Based on the regression results, the NYSP multiple regression model had the following power:

nysp_regpower_2 <- pwr.f2.test(u = 2, v = 518, f2 = .442/(1-.442), sig.level = .05, power = )

Power of the NYSP Voucher Multiple Regression Test

Predictors	Residual df	r2	sig	power
2	518	0.7921147	0.05	1

Interpretation

The post-hoc test of power indicated that the large sample size and large $R^2$ had a power of 1, or approximately a 100% chance to detect an effect if there was one.

Effect Size Calculator

Here is a quick interactive calculator I made. It’s very basic.

knitr::include_url('https://acircleda.shinyapps.io/PowerCalculator/', height = '900px')

Accuracy in Parameter Estimation (AIPE)

AIPE is another method which can be used to calculate estimated sample size. It is based on specifying a confidence interval in which you would find an effect size of interest. Here is an example based on the NYSP multiple regression using the MBESS package:

library(MBESS)

ss.aipe.R2(Population.R2 = .442, conf.level = .95, width=.10, p=2, Random.Predictors = FALSE)

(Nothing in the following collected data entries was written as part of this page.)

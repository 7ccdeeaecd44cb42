import { describe, expect, it } from 'vitest'
import { meanOpacities } from '../../src/dust/mean-opacity.js'
import type { OpacityCurves } from '../../src/dust/opacity-curves.js'
import { BOLTZMANN, LIGHT_SPEED, PLANCK } from '../../src/units/constants.js'

const curves = (slope: number, albedo: number, g: number): OpacityCurves => {
  const extinction = (wavelength: number) => (0.01 / wavelength) ** slope
  return {
    absorption: (wavelength) => (1 - albedo) * extinction(wavelength),
    scattering: (wavelength) => albedo * extinction(wavelength),
    asymmetry: () => g,
    range: [0, Number.POSITIVE_INFINITY],
    kinks: []
  }
}

describe('meanOpacities', () => {
  // With kappa ~ nu^2, x = h nu / k T: Planck int x^5 / (e^x - 1) over int x^3 / (e^x - 1) = 5! zeta(6) / (3! zeta(4)); Rosseland
  // int x^4 e^x / (e^x - 1)^2 over int x^2 e^x / (e^x - 1)^2 = 4! zeta(4) / (2! zeta(2)) (Abramowitz & Stegun 1964, 27.1.3 and 23.2.24).
  const zeta = { 2: Math.PI ** 2 / 6, 4: Math.PI ** 4 / 90, 6: Math.PI ** 6 / 945 }

  it('meets the closed forms of power laws at any temperature', () => {
    const temperatures = [5, 40, 300, 5000]
    const { planck, rosseland } = meanOpacities(curves(2, 0, 0), temperatures)
    temperatures.forEach((temperature, t) => {
      const unit = ((BOLTZMANN * temperature * 0.01) / (PLANCK * LIGHT_SPEED)) ** 2
      expect(planck[t] / (unit * ((120 * zeta[6]) / (6 * zeta[4])))).toBeCloseTo(1, 6)
      expect(rosseland[t] / (unit * ((24 * zeta[4]) / (2 * zeta[2])))).toBeCloseTo(1, 6)
    })
  })

  it('leaves scattering out of the Planck mean, and counts it in the Rosseland mean as far as it turns light round', () => {
    const { planck, rosseland } = meanOpacities(curves(0, 0.6, 0.5), [100])
    expect(planck[0]).toBeCloseTo(0.4, 6)
    expect(rosseland[0]).toBeCloseTo(0.4 + 0.5 * 0.6, 6)
  })
})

## [1] "The approximate sample size is given below; you should consider using the additional"
## [1] "argument 'verify.ss=TRUE' to ensure the exact sample size value is obtained."

## $Required.Sample.Size
## [1] 661

To find an $R^2$ of .442 ${_{CI}}_{[.3-.5]}$ , you would need the sample size indicated above (661). The actual sample size that found the $R^2$ of .442 was 520. The estimate was not exact, but was very close.

References

Kabacoff, R. I. (2017). Power analysis. Quick-R. https://www.statmethods.net/stats/power.html

Murnane, R. J., & Willett, J. B. (2010). Methods matter: Improving causal inference in educational and social science research. Oxford University Press.